About this task:
Exactly the lines starting at the line containing "gamma_Ff 1.00, gamma_Mf" and ending at the line containing "html := string(b)" are to be written out from the listing below, both included.

(Beginning of The input)

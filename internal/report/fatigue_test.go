package report

import (
	"math"
	"os"
	"path/filepath"
	"strings"
	"testing"
	"time"
)

// TestFatigueSection: a report with fatigue gauges parses as XHTML-clean
// markup, carries the fatigue caution, a histogram and a damage plot per
// gauge; a report without them has no fatigue section at all.
func TestFatigueSection(t *testing.T) {
	r := smallReport()
	day := time.Date(2026, 6, 14, 0, 0, 0, 0, time.UTC)
	r.Fatigue = []FatigueGauge{
		{Gauge: "B4_a", Detail: "71 MPa, gamma_Ff 1.00, gamma_Mf 1.15", Source: "stored hourly histograms",
			Bins:                   []FatigueBin{{0, 0.5e6, 120000}, {30e6, 30.5e6, 3.5}, {45e6, 45.5e6, 0.5}},
			ConstantAmplitudeLimit: 45.5e6, CutOff: 25e6,
			Days:  []FatigueDay{{day, 1e-7}, {day.Add(24 * time.Hour), 3e-7}},
			Total: 4e-7, Accumulated: 9e-7, RatePerDay: 2e-7, WindowDays: 2, RemainingYears: 13698.6},
		{Gauge: "D1_a", Detail: "56 MPa", Source: "recount of the raw readings", RemainingYears: math.Inf(1)},
	}
	dir := t.TempDir()
	if err := Write(dir, r); err != nil {
		t.Fatal(err)
	}
	b, err := os.ReadFile(filepath.Join(dir, HTMLFile))
	if err != nil {
		t.Fatal(err)
	}
	root := parseHTML(t, b)
	ids := map[string]*xmlTree{}
	root.walk(func(n *xmlTree) {
		if id := n.attr("id"); id != "" {
			ids[id] = n
		}
	})
	for _, id := range []string{"fatigue", "fatigue-caution", "fatigue-summary", "fatigue-hist-B4_a", "fatigue-damage-B4_a", "fatigue-hist-D1_a"} {
		if ids[id] == nil {
			t.Errorf("no element with id %q", id)
		}
	}
	if c := ids["fatigue-caution"]; c == nil || !strings.Contains(c.text(), "not a design check or an assessment") || !strings.Contains(c.text(), "licensed engineer") {
		t.Error("fatigue caution missing")
	}
	html := string(b)
	for _, want := range []string{"no damage at the recent rate", "13698.6 years", "cut-off", "no cycles counted"} {
		if !strings.Contains(html, want) {
			t.Errorf("report lacks %q", want)
		}
	}
	plain := writeSmall(t)
	pb, _ := os.ReadFile(filepath.Join(plain, HTMLFile))
	if strings.Contains(string(pb), "fatigue") {
		t.Error("a report without fatigue gauges mentions fatigue")
	}
}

(End of The input)

Completed task:
		{Gauge: "B4_a", Detail: "71 MPa, gamma_Ff 1.00, gamma_Mf 1.15", Source: "stored hourly histograms",
			Bins:                   []FatigueBin{{0, 0.5e6, 120000}, {30e6, 30.5e6, 3.5}, {45e6, 45.5e6, 0.5}},
			ConstantAmplitudeLimit: 45.5e6, CutOff: 25e6,
			Days:  []FatigueDay{{day, 1e-7}, {day.Add(24 * time.Hour), 3e-7}},
			Total: 4e-7, Accumulated: 9e-7, RatePerDay: 2e-7, WindowDays: 2, RemainingYears: 13698.6},
		{Gauge: "D1_a", Detail: "56 MPa", Source: "recount of the raw readings", RemainingYears: math.Inf(1)},
	}
	dir := t.TempDir()
	if err := Write(dir, r); err != nil {
		t.Fatal(err)
	}
	b, err := os.ReadFile(filepath.Join(dir, HTMLFile))
	if err != nil {
		t.Fatal(err)
	}
	root := parseHTML(t, b)
	ids := map[string]*xmlTree{}
	root.walk(func(n *xmlTree) {
		if id := n.attr("id"); id != "" {
			ids[id] = n
		}
	})
	for _, id := range []string{"fatigue", "fatigue-caution", "fatigue-summary", "fatigue-hist-B4_a", "fatigue-damage-B4_a", "fatigue-hist-D1_a"} {
		if ids[id] == nil {
			t.Errorf("no element with id %q", id)
		}
	}
	if c := ids["fatigue-caution"]; c == nil || !strings.Contains(c.text(), "not a design check or an assessment") || !strings.Contains(c.text(), "licensed engineer") {
		t.Error("fatigue caution missing")
	}
	html := string(b)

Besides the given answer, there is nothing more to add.